GEORGIAN WEDDINGS AND FUNERALS

Georgia: The “I do”s and Don’ts



If you find yourself behind the wheel in Tbilisi pulling calmly (and perfectly legally) out of a side street to be almost hit by a convoy of random cars hurtling at break-neck speed (not necessarily in the right direction), horns tooting and indicators flashing… then you have almost experienced a Georgian wedding.

In the past, such craziness was done on horseback (no insurance worries or risk of scratched doors or whiplash back then). According to tradition, the groom and his friends would ride to the bride’s house and drink toasts to the couple and the girl’s family while picking from the mound of sweet dishes laid out for them by their hosts. Then the wedding race began, the couple’s carriage at the front of the convoy, the belief being that the first to arrive at the church after the couple would be the bravest and most devoted of the friends.

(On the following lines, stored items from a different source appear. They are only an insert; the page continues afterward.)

"""Wall time and peak memory of the program as a user starts it: `guys --help`, and `guys solve` of a shipped scenario."""

from __future__ import annotations

import os
import re
import subprocess
import sys
import tempfile
import time
from dataclasses import dataclass
from pathlib import Path

SCENARIOS = Path(__file__).parents[2] / "scenarios"
START = "from guys.cli import main; main()"
TWO_CASES = '\n[[case]]\nname = "full wind"\nwind = 1.0\n\n[[case]]\nname = "half wind"\nwind = 0.5\n'


@dataclass(frozen=True)
class Run:
    """Least wall time [s] of several runs and greatest peak memory [MB]; exit status of the last."""

    seconds: float
    megabytes: float
    status: int


def run(arguments: list[str], repeats: int) -> Run:
    """Start the program several times in a fresh interpreter."""
    seconds, memory, status = [], [], 0
    for _ in range(repeats):
        began = time.perf_counter()
        child = subprocess.Popen([sys.executable, "-c", START, *arguments], stdout=subprocess.DEVNULL, stderr=subprocess.DEVNULL)
        _, code, used = os.wait4(child.pid, 0)
        seconds.append(time.perf_counter() - began)
        memory.append(used.ru_maxrss / 1024.0)
        status = child.returncode = os.waitstatus_to_exitcode(code)
    return Run(min(seconds), max(memory), status)


def help_run(repeats: int) -> Run:
    """`guys --help`."""
    return run(["--help"], repeats)


def solve_run(name: str, repeats: int) -> Run:
    """`guys solve`, sheet and all, of a shipped scenario with 36 wind directions and two cases."""
    with tempfile.TemporaryDirectory() as folder:
        path = Path(folder) / name
        path.write_text(with_36_directions_and_two_cases((SCENARIOS / name).read_text(encoding="utf-8")), encoding="utf-8")
        return run(["solve", str(path), "--out", str(Path(folder) / "out")], repeats)


def with_36_directions_and_two_cases(text: str) -> str:
    """The scenario with its wind directions and cases replaced."""
    text = re.sub(r"(?m)^directions\s*=.*\n", "", text)
    text = re.sub(r"(?m)^\[wind\].*$", '[wind]\ndirections = "every 10 deg"', text, count=1)
    text = re.sub(r"(?ms)^\[\[case\]\].*?(?=^\[|\Z)", "", text)
    return text + TWO_CASES
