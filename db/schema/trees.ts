import { sql } from "drizzle-orm";
import { check, foreignKey, integer, jsonb, pgTable, primaryKey, text, unique, uniqueIndex, uuid } from "drizzle-orm/pg-core";
import type { FaultTree } from "../../lib/core/tree/schema";
import { fleets, people } from "./fleets";
import { createdAt, fleetId, moment, wall } from "./wall";

/** Trees that come with Gudgeon: the same for every fleet, read by all, written by the owner role when the program starts. */
export const shippedTreeVersions = pgTable(
  "shipped_tree_versions",
  {
    id: uuid().primaryKey(),
    key: text().notNull(),
    title: text().notNull(),
    number: integer().notNull(),
    document: jsonb().$type<FaultTree>().notNull(),
    /** SHA-256 of the document. */
    hash: text().notNull(),
    publishedAt: createdAt(),
  },
  (t) => [unique().on(t.key, t.number)],
);

/** A fleet's own tree, which began as a shipped version. */
export const trees = pgTable(
  "trees",
  {
    fleetId: fleetId().references(() => fleets.id, { onDelete: "cascade" }),
    id: uuid().notNull(),
    key: text().notNull(),
    title: text().notNull(),
    ancestorId: uuid()
      .notNull()
      .references(() => shippedTreeVersions.id),
    createdAt: createdAt(),
  },
  (t) => [primaryKey({ columns: [t.fleetId, t.id] }), unique().on(t.fleetId, t.key), wall()],
);

/** Immutable once published; one draft a tree, with a revision that counts its saves. */
export const treeVersions = pgTable(
  "tree_versions",
  {
    fleetId: fleetId(),
    id: uuid().notNull(),
    treeId: uuid().notNull(),
    /** null while it is a draft. */
    number: integer(),
    revision: integer().notNull().default(1),
    document: jsonb().$type<FaultTree>().notNull(),
    hash: text().notNull(),
    /** The version it was begun from, shipped or own; what it is compared with and proved against. */
    begunFrom: uuid().notNull(),
    /** The shipped version whose content it has taken up: what a newer one is joined against. */
    takenUp: uuid()
      .notNull()
      .references(() => shippedTreeVersions.id),
    /** What the mechanic says of it when it is published. */
    note: text(),
    /** What changed from the version it was begun from, in words; written when it is published. */
    differences: jsonb().$type<string[]>().notNull().default([]),
    by: uuid().notNull(),
    createdAt: createdAt(),
    savedAt: createdAt(),
    publishedAt: moment(),
  },
  (t) => [
    primaryKey({ columns: [t.fleetId, t.id] }),
    foreignKey({ columns: [t.fleetId, t.treeId], foreignColumns: [trees.fleetId, trees.id] }).onDelete("cascade"),
    foreignKey({ columns: [t.fleetId, t.by], foreignColumns: [people.fleetId, people.userId] }),
    unique().on(t.fleetId, t.treeId, t.number),
    uniqueIndex("tree_versions_one_draft")
      .on(t.fleetId, t.treeId)
      .where(sql`published_at is null`),
    check("tree_versions_numbered_when_published", sql`(number is null) = (published_at is null)`),
    wall(),
  ],
);
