import "server-only";
import { TransactionRollbackError } from "drizzle-orm";
import { uuidv7 } from "uuidv7";
import { identityDatabase, type Transaction } from "@/db/client";
import { invitations } from "@/db/schema/memberships";
import type { AcceptAsNew } from "@/lib/core/contract/account";
import { makeUser } from "../account/make-user";
import { hashPassword } from "../auth/password";
import type { Person } from "../auth/person";
import { liveInvitation } from "./invite";
import { peekInvitation } from "./queries";
import { addMember } from "./start-fleet";

export type AcceptOutcome =
  | { result: "joined"; fleetId: string; userId: string; email: string }
  | { result: "gone" }
  | { result: "for-another-address" }
  | { result: "has-account" };

const take = async (tx: Transaction, token: string) => {
  const [row] = await tx.delete(invitations).where(liveInvitation(token)).returning();
  return row ?? null;
};

/** Somebody signed in accepts. An invitation is for one address: that of another person is refused, and stays good. */
export async function acceptInvitation(person: Person, token: string): Promise<AcceptOutcome> {
  const peeked = await peekInvitation(token);
  if (!peeked) return { result: "gone" };
  if (peeked.email !== person.email) return { result: "for-another-address" };
  return identityDatabase().transaction(async (tx): Promise<AcceptOutcome> => {
    const invitation = await take(tx, token);
    if (!invitation) return { result: "gone" };
    await addMember(invitation.fleetId, person, invitation.roles, tx);
    return { result: "joined", fleetId: invitation.fleetId, userId: person.userId, email: person.email };
  });
}

/** Somebody without an account accepts: the link proves the address, so the account is made on the spot. */
export async function acceptAsNew({ token, name, password }: AcceptAsNew): Promise<AcceptOutcome> {
  const peeked = await peekInvitation(token);
  if (!peeked) return { result: "gone" };
  if (peeked.hasAccount) return { result: "has-account" };
  const passwordHash = await hashPassword(password);
  const userId = uuidv7();
  try {
    return await identityDatabase().transaction(async (tx): Promise<AcceptOutcome> => {
      // The account first: where the address was taken meanwhile, the invitation stays good.
      if (!(await makeUser(tx, { userId, name, email: peeked.email, passwordHash }))) return { result: "has-account" };
      const invitation = await take(tx, token);
      if (!invitation) return tx.rollback();
      await addMember(invitation.fleetId, { userId, name }, invitation.roles, tx);
      return { result: "joined", fleetId: invitation.fleetId, userId, email: peeked.email };
    });
  } catch (error) {
    if (error instanceof TransactionRollbackError) return { result: "gone" };
    throw error;
  }
}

These days, the race usually takes place after the more serious church ceremony and on the way to the flower-festooned and microphone-wielding civil registrar, after which the wedding party (usually counting up to 300 guests) heads off to a designated restaurant. Once everybody is seated and has started to eat (no waiting in Georgia!), the groom leads in his bride, who steps on a plate for luck. Then the dancing and feasting really begin, with cries of ‘Gilosavt!’ (Congratulations!) to the happy couple.

Another interruption to an otherwise pleasant drive through the capital city might be a convoy of a more somber variety, led by a flower-laden hearse. Funerals tend to take place on a Tuesday, Thursday or weekend, typically three to five days after a person has died.

Immediately after a person dies, close family choose a burial day and have the body prepared and placed in a coffin in the center of the guest room (or in church). Chairs are arranged around the edges of the room, reflective surfaces such as glass doors or mirrors are covered (lest the soul be trapped in the reflection) and candles lit. The front door is left open with the coffin lid outside for the duration of the mourning visits. Close female family members spend most of the days of mourning before burial sitting, quietly weeping and/or praying beside the deceased while guests enter the room, move anti-clockwise around the coffin and place flowers beside it (note, in Georgia an odd number of flowers is the tradition for funerals, though in reality, no-one checks and simple bouquets are just as good a sign of respect as ready-made displays). Guests nod to the women and shake hands with the men- who stand outside the room. Women visitors are welcome to sit a while and men to chat in hushed voices outside, but a quick visit to show your respect is also acceptable. Religious blessings take place with only close family present.

The day of the burial often sees a large number of people attending, taken from the house of the deceased to the cemetery (not necessarily in town) where the men help bury and the women keep back. Then follows the ‘kelehi’ at a restaurant- with up to 300 attendees present to feast and toast to the memory of the deceased. The word for ‘My condolences’ is ‘Viziareb.’